Participants with missing CD4 cell measurements or whose CD4 counts were less than 200 cells/mm3 at baseline were excluded from the analysis of immunological progression, leaving data from 108 subjects. After a median follow-up period of 7.3 years, subjects with HCV genotype 1 and those with multiple HCV genotypes experienced more rapid immunological progression to a CD4 cell count of 200 cells/mm3 or fewer, compared with genotype 3 patients (adjusted hazard ratio 2.02, 95% CI 1.04-3.92 for genotype 1; HR 2.74, 95% CI 0.95-7.90 for multiple genotypes). When the analysis was limited to pre-HAART data, the differences were even greater (HR 3.92, 95% CI 1.51-10.20 for genotype 1; HR 4.38, 95% CI 1.04-18.40 for multiple genotypes).

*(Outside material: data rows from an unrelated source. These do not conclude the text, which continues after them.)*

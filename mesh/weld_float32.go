package mesh

import (
	"math"

	"github.com/go-gl/mathgl/mgl64"

	"tapersweep/mesh/parallel"
)

// corner32 is a corner of a binary STL as the file holds it: the bits of its three float32
// coordinates. A binary file is welded on these (12 bytes a corner) rather than on float64
// copies, which would be written and read again several times over.
type corner32 [3]uint32

// position is the corner in mm: its float32 coordinates times s.
func (c *corner32) position(s float64) mgl64.Vec3 {
	return mgl64.Vec3{
		float64(math.Float32frombits(c[0])) * s,
		float64(math.Float32frombits(c[1])) * s,
		float64(math.Float32frombits(c[2])) * s,
	}
}

// fold32 turns -0 into 0, so that equal bits mean equal numbers (coordinates are finite).
func fold32(b uint32) uint32 {
	if b == 0x80000000 {
		return 0
	}
	return b
}

// hash32 mixes folded coordinate bits: the top bits pick a corner's block, bits 32 and up
// its slot in the block's table.
func hash32(x, y, z uint32) uint64 {
	return (uint64(x)<<32|uint64(y))*0x9E3779B97F4A7C15 ^ uint64(z)*0xC2B2AE3D27D4EB4F
}

// keyedCorner is a corner's folded bits and its index, grouped with the others of its block.
type keyedCorner struct {
	x, y, z uint32
	i       int32
}

// cornerGroups finds identical corners of a binary STL whatever the order of its triangles:
// the corners are grouped by the top bits of their hash into blocks that fit the L2 cache
// (each block in corner order), and each block is deduplicated through a small table. Every
// corner is read in order and written once into its block, so a file whose triangles are
// scattered costs what an ordered one does.
type cornerGroups struct {
	keys    []corner32
	chunk   int // corners per chunk, as the reader decodes them
	chunks  int
	shift   uint // block = hash >> shift
	blocks  int
	perPart []int32 // perPart[c*blocks+b]: corners of chunk c in block b
}

func newCornerGroups(keys []corner32, chunk int) *cornerGroups {
	bits := uint(0)
	for len(keys)>>bits > dedupBlock {
		bits++
	}
	g := &cornerGroups{keys: keys, chunk: chunk, chunks: (len(keys) + chunk - 1) / chunk, shift: 64 - bits, blocks: 1 << bits}
	g.perPart = make([]int32, g.chunks*g.blocks)
	return g
}

// count tallies the blocks of chunk c's corners; the reader calls it for every chunk, on
// any goroutine, once the chunk is decoded (and still in the cache).
func (g *cornerGroups) count(c int) {
	n := g.perPart[c*g.blocks : (c+1)*g.blocks]
	for i := c * g.chunk; i < min(len(g.keys), (c+1)*g.chunk); i++ {
		k := &g.keys[i]
		n[hash32(fold32(k[0]), fold32(k[1]), fold32(k[2]))>>g.shift]++
	}
}

// first returns, once every chunk is counted, for every corner the first corner with the
// same coordinates (-0 equal to 0): itself for the first of each position.
func (g *cornerGroups) first(workers int) []int32 {
	nb := g.blocks
	// Block-major, chunk-minor places: each block holds its corners in ascending order, so
	// the first of a position found in a block is the first in the file.
	start := make([]int32, nb+1)
	at := int32(0)
	for b := range nb {
		start[b] = at
		for c := range g.chunks {
			n := g.perPart[c*nb+b]
			g.perPart[c*nb+b] = at
			at += n
		}
	}
	start[nb] = at
	recs := make([]keyedCorner, len(g.keys))
	parallel.For(workers, g.chunks, func(_, c int) {
		place := g.perPart[c*nb : (c+1)*nb]
		for i := c * g.chunk; i < min(len(g.keys), (c+1)*g.chunk); i++ {
			k := &g.keys[i]
			x, y, z := fold32(k[0]), fold32(k[1]), fold32(k[2])
			b := hash32(x, y, z) >> g.shift
			recs[place[b]] = keyedCorner{x, y, z, int32(i)}
			place[b]++
		}
	})
	first := make([]int32, len(g.keys))
	dedupKeyed(first, recs, start, workers)
	return first
}

// dedupKeyed sets first[i] for every corner of every block recs[start[b]:start[b+1]] (each in
// ascending corner order) to the first corner of its block with the same folded bits: itself
// for the first of each position.
func dedupKeyed(first []int32, recs []keyedCorner, start []int32, workers int) {
	nb := len(start) - 1
	k := min(parallel.Workers(workers, nb), maxDedupWorkers)
	tables := make([][]int32, k)
	parallel.For(k, nb, func(w, b int) {
		blk := recs[start[b]:start[b+1]]
		size := 16
		for size < 2*len(blk) {
			size <<= 1
		}
		if cap(tables[w]) < size {
			tables[w] = make([]int32, size)
		}
		table := tables[w][:size]
		for i := range table {
			table[i] = -1
		}
		mask := uint64(size - 1)
		for j := range blk {
			p := &blk[j]
			s := hash32(p.x, p.y, p.z) >> 32 & mask
			for {
				e := table[s]
				if e < 0 {
					table[s] = int32(j)
					first[p.i] = p.i
					break
				}
				if q := &blk[e]; q.x == p.x && q.y == p.y && q.z == p.z {
					first[p.i] = q.i
					break
				}
				s = (s + 1) & mask
			}
		}
	})
}

// distinctPositions lists, in corner order, the position (times s) of every corner that is
// the first of its position, stretches of corners on every core, and returns
// distinctStarts(first) as well.
func distinctPositions(keys []corner32, first []int32, s float64, workers int) ([]mgl64.Vec3, []int32) {
	starts := distinctStarts(first, workers)
	n := 0
	if len(starts) > 0 {
		last := len(starts) - 1
		n = int(starts[last])
		for i := last * cornerStretch; i < len(first); i++ {
			if int(first[i]) == i {
				n++
			}
		}
	}
	pos := make([]mgl64.Vec3, n)
	parallel.For(workers, len(starts), func(_, st int) {
		d := starts[st]
		for i := st * cornerStretch; i < min(len(first), (st+1)*cornerStretch); i++ {
			if int(first[i]) == i {
				pos[d] = keys[i].position(s)
				d++
			}
		}
	})
	return pos, starts
}

// minInjectiveScale is the smallest scale that keeps distinct float32 values distinct: the
// smallest float32 above zero (2^-149) times it is still a normal float64 (2^-1022), which
// carries all 24 bits of any float32. Below it (never a real unit) the corners are welded
// as float64.
var minInjectiveScale = math.Ldexp(1, -873)

// The two passes below read a binary file's corners in file order where the welded mesh
// would be read through its vertex indices, at random in a file whose triangles are
// scattered. They hold only while the weld merged identical corners alone: then triangle t's
// vertices are its corners, whose coordinates equal the vertices' (the sign of a zero aside,
// which changes no comparison with zero and no non-zero result: a sum of zeros from +0 stays
// +0).

// cornerChecks tells which triangles isDegenerate would find degenerate in the welded mesh,
// and each triangle's term of SumTriangles' signed volume were none dropped (vertex 0 is
// corner 0), on up to workers cores.
func cornerChecks(keys []corner32, s float64, workers int) (degenerate []bool, terms []float64) {
	nt := len(keys) / 3
	degenerate = make([]bool, nt)
	terms = make([]float64, nt)
	if nt == 0 {
		return
	}
	// Scalars rather than mgl64.Vec3 (arrays the compiler keeps in memory), with the very
	// operations of isDegenerate and of SumTriangles' signed volume, in their order.
	ref := keys[0].position(s)
	rx, ry, rz := ref[0], ref[1], ref[2]
	coord := func(bits uint32) float64 { return float64(math.Float32frombits(bits)) * s }
	parallel.For(workers, (nt+triangleStretch-1)/triangleStretch, func(_, st int) {
		for t := st * triangleStretch; t < min(nt, (st+1)*triangleStretch); t++ {
			c := (*[3]corner32)(keys[3*t : 3*t+3])
			ax, ay, az := coord(c[0][0]), coord(c[0][1]), coord(c[0][2])
			bx, by, bz := coord(c[1][0]), coord(c[1][1]), coord(c[1][2])
			dx, dy, dz := coord(c[2][0]), coord(c[2][1]), coord(c[2][2])
			ux, uy, uz := bx-ax, by-ay, bz-az
			vx, vy, vz := dx-ax, dy-ay, dz-az
			// Two equal corners (isDegenerate's repeated vertex) give a zero cross product
			// too: u or v is zero, or u equals v.
			degenerate[t] = uy*vz-uz*vy == 0 && uz*vx-ux*vz == 0 && ux*vy-uy*vx == 0
			terms[t] = tripleProduct(ax-rx, ay-ry, az-rz, bx-rx, by-ry, bz-rz, dx-rx, dy-ry, dz-rz)
		}
	})
	return degenerate, terms
}

// sumVolume is SumTriangles' signed volume from its terms: the same sum in the same order.
func sumVolume(terms []float64) float64 {
	vol := 0.0
	for _, v := range terms {
		vol += v
	}
	return vol / 6
}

Further breaking down the data from the whole study period, the researchers determined that the increased risk of immunological decline was linked to infection with HCV genotype 1a, but not 1b. Moreover, subjects with only genotype 4 - which the researchers identified as being “on the rise among injecting drug users” - experienced significantly slower immunological progression than those with only genotype 1.

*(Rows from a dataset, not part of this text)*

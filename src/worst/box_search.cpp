// The search over a box: the targets of one sweep line times every toleranced value (spec
// v2, "Sweeps"). A grid, then Nelder–Mead inside the box from the best grid maxima.
#include <algorithm>
#include <cmath>
#include <functional>
#include <map>
#include <numeric>

#include <fmt/format.h>

#include "netfold/units.hpp"
#include "search.hpp"

namespace netfold::detail {

namespace {

// Largest search grid; a finer one is refused with a message that says how to coarsen it.
constexpr std::size_t kMaxBoxGrid = 60000;
// Nelder–Mead starts: the grid's global extreme and the next best local extremes.
constexpr std::size_t kRefineStarts = 4;

using Point = std::vector<double>;

// Evaluates the circuit at a point of the box: the line's targets set through the scenario,
// the toleranced values made on a copy of the circuit (circuit_with_values, the one place).
class BoxEvaluator {
 public:
  BoxEvaluator(const Circuit& c, std::vector<Sweep> targets, std::vector<CornerValue> tol, Window window,
               const std::vector<Observable>& observables, const std::vector<RatingCheck>& ratings,
               std::shared_ptr<NetworkCache> cache)
      : c_(c), targets_(std::move(targets)), tol_(std::move(tol)), window_(window), observables_(observables),
        ratings_(ratings), cache_(std::move(cache)) {}

  std::size_t metrics() const { return observables_.size() + ratings_.size(); }

  template <typename F>
  auto with_solution(const Point& x, F&& f) const -> decltype(f(std::declval<const Solution&>())) {
    SolveOptions o;
    o.window = window_;
    for (std::size_t k = 0; k < targets_.size(); ++k) set_sweep_target(o.scenario, targets_[k], x[k]);
    for (const CornerValue& cv : corner(x)) {
      if (cv.is_factor) o.scenario.source_factors.push_back({cv.element, cv.value});
      else o.scenario.element_values.push_back({cv.element, cv.value});
    }
    try {
      if (!o.scenario.changes_values()) return f(solve(c_, o, cache_));
      const Circuit changed = circuit_with_values(c_, o.scenario);
      return f(solve(changed, o));
    } catch (const InputError& e) {
      const Diagnostic* d = e.diagnostics().empty() ? nullptr : &e.diagnostics().front();
      std::string original = d ? d->message : std::string(e.what());
      std::string line = d && d->loc.line > 0 ? fmt::format(" (line {})", d->loc.line) : "";
      worst_fail(c_, where(),
                 fmt::format("the search reaches {}, where the circuit cannot be solved: {}{}; narrow the range",
                             point_text(x), original, line));
    }
  }

  double metric(const Solution& s, std::size_t m) const {
    if (m < observables_.size()) return find_peak(s, observables_[m]).value;
    const RatingCheck& r = ratings_[m - observables_.size()];
    return std::fabs(rating_stress(s, r.element, r.kind).value);
  }

  // Every metric at x, remembered for the refinements (the grid and Nelder–Mead points).
  std::vector<double> all_metrics(const Point& x) const {
    if (auto it = memo_.find(x); it != memo_.end()) return it->second;
    std::vector<double> v = fresh_metrics(x);
    memo_.emplace(x, v);
    return v;
  }

  // Every metric at x, not remembered: Monte Carlo points never repeat.
  std::vector<double> fresh_metrics(const Point& x) const {
    return with_solution(x, [&](const Solution& s) {
      std::vector<double> out(metrics());
      for (std::size_t m = 0; m < out.size(); ++m) out[m] = metric(s, m);
      return out;
    });
  }

  // Every metric at once, remembered by point: the refinements of the worst and the best of each
  // metric start from the same grid cells and often pass the same points.
  double value(const Point& x, std::size_t m) const { return all_metrics(x)[m]; }

  std::vector<CornerValue> corner(const Point& x) const {
    std::vector<CornerValue> out = tol_;
    for (std::size_t k = 0; k < out.size(); ++k) out[k].value = x[targets_.size() + k];
    return out;
  }

  std::string point_text(const Point& x) const {
    std::vector<std::string> parts;
    for (std::size_t k = 0; k < targets_.size(); ++k)
      parts.push_back(fmt::format("{} = {}", targets_[k].text, sweep_argument_text(c_, targets_[k], x[k])));
    for (const CornerValue& cv : corner(x))
      parts.push_back(cv.is_factor ? fmt::format("{} × {:.6g}", cv.name, cv.value)
                                   : fmt::format("{} = {}", cv.name, format_si(cv.value, value_unit(cv), 5)));
    return fmt::format("{}", fmt::join(parts, ", "));
  }

  const char* value_unit(const CornerValue& cv) const {
    const ElementKind kind = c_.element(cv.element).kind;
    return kind == ElementKind::capacitor ? "F" : kind == ElementKind::inductor ? "H" : "Ω";
  }

  SourceLoc where() const {
    if (!targets_.empty()) return targets_.front().loc;
    const Element& e = c_.element(tol_.front().element);
    return e.tolerance ? e.tolerance->loc : e.loc;
  }

 private:
  const Circuit& c_;
  std::vector<Sweep> targets_;
  std::vector<CornerValue> tol_;
  Window window_;
  const std::vector<Observable>& observables_;
  const std::vector<RatingCheck>& ratings_;
  std::shared_ptr<NetworkCache> cache_;
  mutable std::map<Point, std::vector<double>> memo_;
};

std::vector<double> even_axis(double lo, double hi, std::size_t intervals) {
  std::vector<double> a;
  for (std::size_t k = 0; k < intervals; ++k)
    a.push_back(lo + (hi - lo) * static_cast<double>(k) / static_cast<double>(intervals));
  a.push_back(hi);
  return a;
}

// The axes of the grid: each target's `step` (or a default), each toleranced value's bounds in
// kToleranceIntervals. A grid over kMaxBoxGrid points is coarsened where no step was given.
std::vector<std::vector<double>> box_axes(const Circuit& c, const std::vector<Sweep>& targets,
                                          const std::vector<std::pair<double, double>>& tol_bounds,
                                          const Solution& nominal) {
  std::vector<std::vector<double>> axes;
  std::vector<bool> free;
  for (const Sweep& sw : targets) {
    if (targets.size() == 1 || sw.step) {
      axes.push_back(sweep_grid(sw, nominal));
    } else {
      double intervals = kDefaultJointIntervals;
      if (sw.target == SweepTarget::switch_closes)
        intervals = std::max(intervals, std::ceil((sw.to - sw.from) * fastest_source_frequency(c) * 18.0));
      axes.push_back(even_axis(sw.from, sw.to, static_cast<std::size_t>(std::min(intervals, 2000.0))));
    }
    free.push_back(!sw.step);
  }
  for (const auto& [lo, hi] : tol_bounds) {
    axes.push_back(even_axis(lo, hi, kToleranceIntervals));
    free.push_back(true);
  }
  auto total = [&] {
    double n = 1.0;
    for (const auto& a : axes) n *= static_cast<double>(a.size());
    return n;
  };
  for (bool coarsened = true; total() > static_cast<double>(kMaxBoxGrid) && coarsened;) {
    coarsened = false;
    std::size_t widest = axes.size();
    for (std::size_t k = 0; k < axes.size(); ++k)
      if (free[k] && axes[k].size() > 9 && (widest == axes.size() || axes[k].size() > axes[widest].size())) widest = k;
    if (widest == axes.size()) break;
    const std::size_t n = (axes[widest].size() - 1) / 2;
    axes[widest] = even_axis(axes[widest].front(), axes[widest].back(), n);
    coarsened = true;
  }
  if (total() > static_cast<double>(kMaxBoxGrid)) {
    const Sweep& sw = targets.front();
    worst_fail(c, sw.loc,
               fmt::format("the search grid of {} has {:.0f} points, more than {}: give its targets larger steps",
                           sw.text, total(), kMaxBoxGrid));
  }
  return axes;
}

// Mixed-radix index <-> grid coordinates.
std::vector<std::size_t> unflatten(std::size_t index, const std::vector<std::vector<double>>& axes) {
  std::vector<std::size_t> i(axes.size());
  for (std::size_t k = 0; k < axes.size(); ++k) {
    i[k] = index % axes[k].size();
    index /= axes[k].size();
  }
  return i;
}

Point grid_point(std::size_t index, const std::vector<std::vector<double>>& axes) {
  auto i = unflatten(index, axes);
  Point x(axes.size());
  for (std::size_t k = 0; k < axes.size(); ++k) x[k] = axes[k][i[k]];
  return x;
}

// Trapezoid weight of a grid point: the product over the axes of half the neighbouring cells.
double trapezoid_weight(std::size_t index, const std::vector<std::vector<double>>& axes) {
  auto i = unflatten(index, axes);
  double w = 1.0;
  for (std::size_t k = 0; k < axes.size(); ++k) {
    const auto& a = axes[k];
    if (a.size() < 2) continue;
    const double left = i[k] > 0 ? a[i[k]] - a[i[k] - 1] : 0.0;
    const double right = i[k] + 1 < a.size() ? a[i[k] + 1] - a[i[k]] : 0.0;
    w *= 0.5 * (left + right);
  }
  return w;
}

// Grid points at which v (times `sign`) is at least every axis neighbour, best first.
std::vector<std::size_t> local_extremes(const std::vector<double>& v, const std::vector<std::vector<double>>& axes,
                                        double sign) {
  std::vector<std::size_t> found;
  for (std::size_t idx = 0; idx < v.size(); ++idx) {
    auto i = unflatten(idx, axes);
    bool extreme = true;
    std::size_t stride = 1;
    for (std::size_t k = 0; k < axes.size() && extreme; ++k) {
      if (i[k] > 0 && sign * v[idx - stride] > sign * v[idx]) extreme = false;
      if (i[k] + 1 < axes[k].size() && sign * v[idx + stride] > sign * v[idx]) extreme = false;
      stride *= axes[k].size();
    }
    if (extreme) found.push_back(idx);
  }
  std::sort(found.begin(), found.end(), [&](std::size_t a, std::size_t b) { return sign * v[a] > sign * v[b]; });
  if (found.size() > kRefineStarts) found.resize(kRefineStarts);
  return found;
}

Overall, patients with multiple HCV genotypes also experienced faster clinical progression to AIDS or pre-AIDS death (excluding non-natural causes such as overdose, suicide, or accidents), but this did not reach statistical significance (HR 3.36, 95% CI 0.82-13.79). Looking only at data from the pre-HAART era, however, subjects infected with more than one genotype had a significantly higher risk of clinical progression than those with only genotype 3 (HR 6.54, 95% CI 1.39-30.76). Unlike immunological decline, infection with genotype 1 alone was not associated with more rapid clinical progression, and no significant differences in clinical progression were observed when comparing subjects with only genotype 1, 3, or 4.

The authors concluded that HIV disease progression differs by HCV genotype, “being especially enhanced in those harbouring HCV infection involving more than one HCV genotype.” Given that the difference was much greater before the advent of HAART, they suggested that efficacious combination antiretroviral therapy “may diminish the effect of HCV genotype on HIV disease progression.”

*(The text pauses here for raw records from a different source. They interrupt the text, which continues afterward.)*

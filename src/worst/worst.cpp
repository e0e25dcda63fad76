#include "netfold/worst.hpp"

#include <algorithm>
#include <cmath>
#include <numbers>

#include <fmt/format.h>
#include <fmt/ostream.h>
#include <nlohmann/json.hpp>

#include "report/json_fields.hpp"
#include "netfold/units.hpp"

namespace netfold {

namespace {

constexpr double kRadToDeg = 180.0 / std::numbers::pi;

[[noreturn]] void fail(const Circuit& c, SourceLoc loc, std::string message) {
  throw InputError(c.diagnostic(loc, std::move(message)));
}

// The time of a switch's first `closes` event and its neighbours, which bound a closes sweep.
struct ClosesSlot {
  double nominal = 0.0;
  double previous = -kInfinity;
  double next = kInfinity;
};

ClosesSlot closes_slot(const Element& e) {
  ClosesSlot slot;
  for (std::size_t k = 0; k < e.events.size(); ++k) {
    if (!e.events[k].closes) continue;
    slot.nominal = e.events[k].time;
    if (k > 0) slot.previous = e.events[k - 1].time;
    if (k + 1 < e.events.size()) slot.next = e.events[k + 1].time;
    break;
  }
  return slot;
}

// A sweep range the circuit cannot take is refused at the sweep's line. A closing time at or
// past the end of a declared window would leave the switch open for the whole window at part
// of the range, and that part would be scored as "never closes": refused rather than scored.
// (A default window is lengthened instead; see search_sweep.)
void validate_sweep(const Circuit& c, const Sweep& sw, const Solution& nominal) {
  if (!(sw.from < sw.to)) fail(c, sw.loc, fmt::format("the sweep of {} needs FROM < TO", sw.text));
  if (sw.step && !(*sw.step > 0.0)) fail(c, sw.loc, fmt::format("the sweep of {} needs a positive step", sw.text));
  if (sw.target != SweepTarget::switch_closes) return;
  ClosesSlot slot = closes_slot(c.element(sw.element));
  if (sw.from < 0.0 || sw.from <= slot.previous || sw.to >= slot.next)
    fail(c, sw.loc,
         fmt::format("the sweep moves {}'s first 'closes' from {} to {}, but it must stay after {} and before {} "
                     "(the switch's neighbouring events, and t = 0); narrow the range",
                     c.element(sw.element).name, format_si(sw.from, "s"), format_si(sw.to, "s"),
                     format_si(std::max(0.0, slot.previous), "s"), format_si(slot.next, "s")));
  const Window& w = nominal.window();
  if (!nominal.window_is_default() && sw.to >= w.to)
    fail(c, sw.loc,
         fmt::format("the sweep moves {}'s first 'closes' up to {}, at or past the end of the declared window "
                     "({} .. {}): from {} on, {} would not close within the window; end the range before {} or "
                     "lengthen the window",
                     c.element(sw.element).name, format_si(sw.to, "s"), format_si(w.from, "s"), format_si(w.to, "s"),
                     format_si(w.to, "s"), c.element(sw.element).name, format_si(w.to, "s")));
}
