// Says why an observable has no value in a segment, naming the floating part of the
// circuit and, where an open switch isolates it, that switch.
std::string Solution::undefined_observable_text(const Observable& obs, const NodalSystem& sys,
                                                const Segment& seg) const {
  const Circuit& c = *circuit_;
  const auto& el = c.elements();
  NodeId node = obs.node_a;
  if (obs.kind != ObservableKind::node_voltage && obs.kind != ObservableKind::node_difference) {
    const Element& e = el[obs.element];
    node = sys.node_floating(e.pos) || e.neg == c.ground() ? e.pos : e.neg;
  }
  if (obs.kind == ObservableKind::node_difference && !sys.node_floating(node)) node = obs.node_b;
  const auto part = sys.component_of(node);
  std::vector<ElementId> members, open_switches;
  std::size_t k = 0;
  for (ElementId i = 0; i < el.size(); ++i) {
    const bool touches = (el[i].pos != c.ground() && sys.component_of(el[i].pos) == part) ||
                         (el[i].neg != c.ground() && sys.component_of(el[i].neg) == part);
    if (el[i].kind == ElementKind::switch_) {
      if (touches && !seg.positions.closed[k]) open_switches.push_back(i);
      ++k;
    } else if (touches && members.size() < 6) {
      members.push_back(i);
    }
  }
  std::string what = obs.kind == ObservableKind::node_voltage
                         ? fmt::format("node {} is on a part of the circuit", c.nodes()[node])
                         : fmt::format("its ends are not connected to each other; node {} is on a part of the circuit",
                                       c.nodes()[node]);
  std::string fix = open_switches.empty()
                        ? "connect that part to the rest of the circuit (a misspelt node name does this) or "
                          "give it a resistance to the reference"
                        : fmt::format("give {} an 'off' resistance, or give that part a resistance to the reference",
                                      names_of(c, open_switches));
  return fmt::format("'{}' is not defined in {}: {} ({}) with no path to the reference there; {}", obs.text,
                     segment_text(c, seg), what, names_of(c, members), fix);
}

In their discussion, the authors noted that it is not yet known how multiple HCV genotypes might cause faster HIV disease progression, although other researchers have suggested that different genotypes many interact differently with the HIV virus, or may have differing effects on CD4 cell proliferation within the liver. Since HCV may be cleared naturally by the immune system or eradicated with treatment, and since prior infection with one HCV strain does not prevent subsequent reinfection, the authors recommended that “HCV genotype should ideally be measured prior to HIV infection and longitudinally at different time-points within HIV-infected individuals to gain a better understanding of the effect of HCV genotype on HIV progression.”

References

Van Asten L and Prins, M. Infection with concurrent multiple hepatitis C virus genotypes is associated with faster HIV disease progression. AIDS 18: 2313-2318. 2004.